Great. And one final question. Are there any updates or progress with Lake Charles on the LNG side?
It’s Tom Mason. Not really since our last quarterly, we are continuing to market our LNG capacity and things are progressing. But other than that, kind of what we talked about last quarter.
Great, thank you very much guys really appreciate the update.
Thank you. Our next question is coming from the line of Jeremy Tonet with JP Morgan. Please proceed with your question.
Good morning, congratulations on the great results. I just want to pick up on kind of – I want to share the question from a little bit different angle here. Just granted to you guys looking to kind of lock in margins, as it makes sense, over the next kind of year also. But I'm just wondering, how sustainable are these kind of margin, these results that we see in the crude oil segment, and the intrastate segment. Is there any kind of anticipation in the environment out there where 3Q or 4Q might come in lower than what you did in 2Q? Or is this kind of a run rate that you guys are able to achieve and build off of in the current environment?
This is Mackie again. As I said in the last call, we certainly can't predict where gas and oil prices are going and certainly can't predict where basis is going. However, we have a team that looks at this daily, have weekly discussions on what's the capacity today, what pipeline can be completed, where are volume ramp ups headed, and then we make our decisions based on that. So as I said earlier, we have hedged in some areas where it makes sense to hedge. We have plenty of capacity and we lock in tenured deals. But it also make a lot of sense to hold a lot of the capacity of when we see a severe shortage of capacity in the NGL, and oil segments over at least the next 1.5 year to 2 years.
Got it. So I mean, it sounds like you can't predict exactly what is going to happen in 3Q et cetera, but there is no notable headwind to think that this was going to change dramatically?
Thank you. And then just wanted to touch on some of the expansions here, I was just wondering, as far as Permian takeaway, I was curious from Permian Express 1 given how Sunrise comes online pretty soon, looks like it brings more than enough volumes into which falls there. And is there room in Permian Express 1 to pick up the volume here in of the coast? Or would it make sense to kind of expand that pipe, given how much will be coming in, when that project comes online?

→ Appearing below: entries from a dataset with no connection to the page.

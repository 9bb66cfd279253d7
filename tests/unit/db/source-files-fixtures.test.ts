import { readdirSync, readFileSync } from 'node:fs';
import path from 'node:path';
import { fileURLToPath } from 'node:url';
import { afterAll, beforeAll, expect, test } from 'vitest';
import { uploadSourceFile } from '@/db/queries/source-files';
import { getRawPoints, getSpectrumPoints } from '@/db/queries/spectra';
import type { Actor } from '@/lib/policies/actor';
import { readFile } from '@/lib/readers/read-file';
import { ReaderError } from '@/lib/readers/types';
import { openTestDatabase, type TestDatabase } from '../../support/db';
import { actorOf, makeNotebook, makePerson } from '../../support/factories';

const folder = fileURLToPath(new URL('../../../fixtures/spectra', import.meta.url));
const files = readdirSync(folder, { recursive: true, withFileTypes: true })
  .filter((entry) => entry.isFile() && entry.name !== 'expected.json')
  .map((entry) => path.join(entry.parentPath, entry.name))
  .sort();

let database: TestDatabase;
let owner: Actor;
let notebookId: string;
beforeAll(async () => {
  database = await openTestDatabase();
  const pi = await makePerson('pi');
  owner = await actorOf(pi.id);
  notebookId = await makeNotebook(pi.id);
});
afterAll(() => database.close());

const withNull = (values: Float64Array) =>
  Array.from(values, (value) => (Number.isNaN(value) ? null : value));

test('there are files to check', () => {
  expect(files.length).toBeGreaterThan(20);
});

test.each(files.map((file) => [path.relative(folder, file), file]))(
  '%s is stored as it was read, or refused in a sentence',
  async (_name, file) => {
    const upload = {
      name: path.basename(file),
      bytes: new Uint8Array(readFileSync(file)),
      acceptProposal: true,
    };
    const outcome = await uploadSourceFile(owner, notebookId, upload).catch((error: unknown) => {
      if (error instanceof ReaderError) return error;
      throw error;
    });
    if (outcome instanceof ReaderError) return expect(outcome.message).toMatch(/\w+ \w+/);
    if (outcome.verdict === 'asks') throw new Error('the proposal was to be taken');
    const read = readFile(upload.bytes, upload.name).spectra;
    expect(outcome.spectra).toHaveLength(read.length);
    for (const [i, view] of outcome.spectra.entries()) {
      const raw = await getRawPoints(owner, view.id);
      expect(raw.x).toEqual([...(read[i]?.x ?? [])]);
      expect(raw.y).toEqual(withNull(read[i]?.y ?? new Float64Array()));
      const form = await getSpectrumPoints(owner, view.id);
      expect(form.wavelengthNm).toEqual([...new Set(form.wavelengthNm)].sort((a, b) => a - b));
      expect(form.gaps.map((gap) => gap.index)).toEqual(
        form.absorbance.flatMap((value, index) => (value === null ? [index] : [])),
      );
    }
  },
);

I think I'll answer it a little more broadly. We are looking at every pipeline we own in our partnership, whether it's in oil service or not, to more fully utilizing, and/or to put it in the sort of that makes more sense. So certainly Mariner 1 is in that basket where we are looking at every possible way of increasing capacity out of that, that could benefit our revenues.
Got it, in Permian Express 1?
Permian Express 1, Permian Express 2 and Permian Express 3, and any of our abilities to expand those assets we are looking at it daily. And we will have expansions, hopefully announced in the near future.
Great. Thanks. And maybe you are not able to get more information this time, but in the same vein Dakota Access Pipeline, seems like there is a lot of need to expand that as well, any thoughts you could share?
You bet. This Mackie, again. I just said we are looking at everything that we own, how do we create a more capacity and hence more revenue. We have a lot of testing on that system recently. We do expect to be able to increase that capacity, we are not really for competitive reasons saying what that will be, but it's something that we are moving forward on and we will increase our capacity as much as efficiently possible to build growing barrels out of Bakken.
That’s all from me. Thanks for taking my questions.
Thank you. Our next question is coming from the line of Jean Ann Salisbury from Bernstein. Please proceed with your question.
Hi, good morning. You may have answered this in the last question, but can you do any more with drag-reducing agents on your current Permian pipelines, or is that pretty much maxed out at this point?
Can you get any more capacity on your Permian pipelines with drag-reducing agents at this point? Or is that pretty much maxed out?
Yes. We can, as I mentioned earlier, we can expansion, we are looking at expanding Mariner 1, we looking at what we do – I'm sorry, Permian Express 1, we looking at what we can do on Permian Express 3. We'll probably have a Permian Express 2 expansion, and then we are also looking at other pipelines we possibly put into oil transportation service.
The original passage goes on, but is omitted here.